1 Familial Cancer Centre, Peter MacCallum Cancer Centre , Melbourne, Australia .
2 Sir Peter MacCallum Department of Oncology, The University of Melbourne , Melbourne, Australia .
J Adolesc Young Adult Oncol. 2018 Oct;7(5):525-545. doi: 10.1089/jayao.2018.0028. Epub 2018 Jul 13.
Li-Fraumeni syndrome (LFS), a multiorgan cancer predisposition caused by germline TP53 mutations, confers significant cancer risks for young people (15-39 years). Yet evidence of how individuals experience this condition and the psychosocial implications are lacking. Therefore, this systematic review assessed the psychosocial implications of living with, or at risk of, an autosomal dominant condition as a young person, to draw evidence that may be analogous for young people with LFS.
We conducted a systematic search for studies published in peer-reviewed journals using Medline, CINAHL, PsycINFO, and Embase databases. Findings were synthesized and are reported thematically.
We screened 352 articles and identified 39 studies, representing the perspectives of 765 young people. Most studies addressed hereditary breast and ovarian cancer (n = 22) and used qualitative methodologies (n = 35). Only one LFS study was identified, highlighting the distinct lack of psychosocial research describing experiences of young people with LFS. Translatable evidence showed that familial factors strongly influenced young people's experiences of genetic testing and their mutation status. Major adverse reactions to genetic test results were rare, although young people with a gene mutation experienced various psychosocial concerns at key developmental milestones, including family planning, developing romantic relationships, and making risk management decisions.

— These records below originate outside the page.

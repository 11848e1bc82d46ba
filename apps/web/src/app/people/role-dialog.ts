import { ChangeDetectionStrategy, Component, computed, inject, signal } from '@angular/core';
import { MatButton } from '@angular/material/button';
import {
  MAT_DIALOG_DATA,
  MatDialogActions,
  MatDialogClose,
  MatDialogContent,
  MatDialogRef,
  MatDialogTitle,
} from '@angular/material/dialog';
import { type Role, ROLES, type SitePerson } from '@riseback/contracts';
import { roleChangeLines, roleMeaning, roleName } from './role-words';

/** Another role for somebody: what each means, and what the change gives and takes. Closes with the role to give. */
@Component({
  selector: 'app-role-dialog',
  imports: [MatButton, MatDialogActions, MatDialogClose, MatDialogContent, MatDialogTitle],
  changeDetection: ChangeDetectionStrategy.OnPush,
  template: `
    <h2 mat-dialog-title>Role of {{ person.name }}</h2>
    <mat-dialog-content>
      <fieldset>
        <legend class="rb-visually-hidden">Role</legend>
        @for (choice of choices; track choice.role) {
          <label [class.chosen]="choice.role === chosen()">
            <input
              type="radio"
              name="role"
              [value]="choice.role"
              [checked]="choice.role === chosen()"
              (change)="chosen.set(choice.role)"
            />
            <strong>{{ choice.name }}</strong>
            <span>{{ choice.meaning }}</span>
          </label>
        }
      </fieldset>
      <div class="follows" aria-live="polite">
        @for (line of follows(); track $index) {
          <p>{{ line }}</p>
        } @empty {
          <p>This is the present role.</p>
        }
      </div>
    </mat-dialog-content>
    <mat-dialog-actions align="end">
      <button matButton type="button" mat-dialog-close>Cancel</button>
      <button matButton="filled" type="button" [disabled]="chosen() === person.role" (click)="give()">
        Give the role
      </button>
    </mat-dialog-actions>
  `,
  styleUrl: './role-dialog.scss',
})
export class RoleDialog {
  protected readonly person = inject<SitePerson>(MAT_DIALOG_DATA);
  private readonly dialog = inject<MatDialogRef<RoleDialog, Role>>(MatDialogRef);

  protected readonly choices = ROLES.map((role) => ({ role, name: roleName(role), meaning: roleMeaning(role) }));
  protected readonly chosen = signal<Role>(this.person.role);
  protected readonly follows = computed(() => {
    if (this.chosen() === this.person.role) return [];
    return [
      ...roleChangeLines(this.person.role, this.chosen()),
      `${this.person.name} is signed out everywhere and signs in anew with the new role.`,
    ];
  });

  protected give(): void {
    this.dialog.close(this.chosen());
  }
}
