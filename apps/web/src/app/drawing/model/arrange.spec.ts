import fc from 'fast-check';
import type { Position } from '@riseback/network';
import { describe, expect, it } from 'vitest';
import { aligned, ALIGNMENTS, distributed, stackedBy } from './arrange';
import { drawnNetwork } from './drawn-network';
import { documentOf, sampleTrap } from './sample-network';

const networkAt = (...places: readonly (readonly [number, number])[]) =>
  drawnNetwork(documentOf(places.map(([x, y], i) => sampleTrap(`T${String(i)}`, { x, y }))));
const IDS = ['T0', 'T1', 'T2'];

describe('aligning', () => {
  it('brings the middles onto one line, each by one coordinate', () => {
    const network = networkAt([0, 0], [30, 100], [70, 200]);
    expect([...aligned(network, IDS, 'left')]).toEqual([
      ['T1', { x: 0, y: 100 }],
      ['T2', { x: 0, y: 200 }],
    ]);
    expect([...aligned(network, IDS, 'centre').values()].map(({ x }) => x)).toEqual([40, 40, 40]);
    expect([...aligned(network, IDS, 'bottom').values()].map(({ y }) => y)).toEqual([200, 200]);
  });

  it('changes nothing the second time', () => {
    fc.assert(
      fc.property(
        fc.array(fc.tuple(fc.integer({ min: -500, max: 500 }), fc.integer({ min: -500, max: 500 })), { minLength: 2 }),
        fc.constantFrom(...ALIGNMENTS),
        (places, alignment) => {
          const ids = places.map((_, i) => `T${String(i)}`);
          const network = networkAt(...places);
          const moved = aligned(network, ids, alignment);
          const after = networkAt(
            ...ids.map((id): [number, number] => placeOf(moved.get(id) ?? network.nodes.get(id)?.at)),
          );
          const across = new Set(['left', 'centre', 'right'].includes(alignment) ? xs(after) : ys(after));
          expect(across.size).toBe(1);
          if (alignment !== 'centre' && alignment !== 'middle') expect(aligned(after, ids, alignment).size).toBe(0);
        },
      ),
      { numRuns: 50 },
    );
  });
});

describe('distributing', () => {
  it('makes distances equal and leaves the outermost where they are', () => {
    const moved = distributed(networkAt([0, 0], [300, 50], [40, 100]), IDS, 'horizontally');
    expect([...moved]).toEqual([['T2', { x: 150, y: 100 }]]);
  });
});

describe('stacking', () => {
  it('is noticed with what moves and with what stands', () => {
    const network = networkAt([0, 0], [100, 0], [300, 0]);
    expect(stackedBy(network, aligned(network, ['T0', 'T1'], 'left'))).toEqual(['T1', 'T0']);
    expect(stackedBy(network, new Map([['T0', { x: 310, y: 0 }]]))).toEqual(['T0', 'T2']);
    expect(stackedBy(network, new Map([['T0', { x: 0, y: 200 }]]))).toBeUndefined();
  });
});

function placeOf(at: Position | undefined): [number, number] {
  return at === undefined ? [0, 0] : [at.x, at.y];
}
function xs(network: ReturnType<typeof networkAt>): number[] {
  return [...network.nodes.values()].map(({ at }) => at.x);
}
function ys(network: ReturnType<typeof networkAt>): number[] {
  return [...network.nodes.values()].map(({ at }) => at.y);
}
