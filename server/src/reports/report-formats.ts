import type { ReportFormat } from '@riseback/contracts';

interface FileKind {
  readonly mediaType: string;
  readonly extension: string;
}

export const FILE_KINDS: Readonly<Record<ReportFormat, FileKind>> = {
  pdf: { mediaType: 'application/pdf', extension: 'pdf' },
  xlsx: { mediaType: 'application/vnd.openxmlformats-officedocument.spreadsheetml.sheet', extension: 'xlsx' },
  // a table a file, so that several travel as one
  csv: { mediaType: 'application/zip', extension: 'zip' },
  json: { mediaType: 'application/json', extension: 'json' },
};

/** A name that every system takes, whatever the network is called. */
export function reportFileName(networkName: string, letter: string | undefined, format: ReportFormat): string {
  const state = letter === undefined ? 'working' : `revision-${plain(letter)}`;
  const network = plain(networkName);
  return `${network === '' ? 'network' : network}-${state}.${FILE_KINDS[format].extension}`;
}

function plain(text: string): string {
  return text
    .normalize('NFKD')
    .replaceAll(/\p{Mark}/gu, '')
    .replaceAll(/[^A-Za-z0-9]+/g, '-')
    .replaceAll(/^-+|-+$/g, '')
    .slice(0, 80);
}
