export {
  type DrawnNode,
  type DrawnPipe,
  type DrawnNetwork,
  type Displaced,
  EMPTY_DRAWING,
  NOTHING_DISPLACED,
  drawnNetwork,
  withDisplaced,
  bendsBeside,
  pipesAt,
  shownBends,
  leavingAxis,
} from '@riseback/figures';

Young people undergoing genetic testing for inherited disease require individualized support and recognition of previous lived experiences. We recommend that longitudinal care be made available to young people with inherited disease as they reach developmental milestones that intersect with risk management, risk perception, and family formation.
李-佛美尼综合征(Li-Fraumeni syndrome,LFS)是一种由种系 TP53 突变引起的多器官癌症易感性疾病,会使年轻人(15-39 岁)面临重大的癌症风险。然而,人们对这种疾病的体验以及其心理社会影响的证据尚缺乏。因此,本系统评价评估了年轻人作为个体,在面临或有常染色体显性遗传疾病时的心理社会影响,以获得可能与 LFS 年轻人相似的证据。
我们使用 Medline、CINAHL、PsycINFO 和 Embase 数据库对同行评议期刊上发表的研究进行了系统搜索。对研究结果进行综合分析,并按主题进行报告。
我们筛选了 352 篇文章,确定了 39 项研究,代表了 765 名年轻人的观点。大多数研究涉及遗传性乳腺癌和卵巢癌(n=22),并采用定性方法(n=35)。仅确定了一项 LFS 研究,突出表明缺乏描述 LFS 年轻人经历的心理社会研究。可转化的证据表明,家族因素强烈影响了年轻人对基因检测及其突变状态的体验。虽然携带基因突变的年轻人在关键的发育里程碑上经历了各种心理社会问题,包括计划生育、发展浪漫关系和做出风险管理决策,但对基因检测结果的重大不良反应很少见。
对遗传性疾病进行基因检测的年轻人需要个体化的支持和对既往生活经历的认可。我们建议为患有遗传性疾病的年轻人提供纵向护理,因为他们会面临与风险管理、风险感知和家庭形成相交的发育里程碑。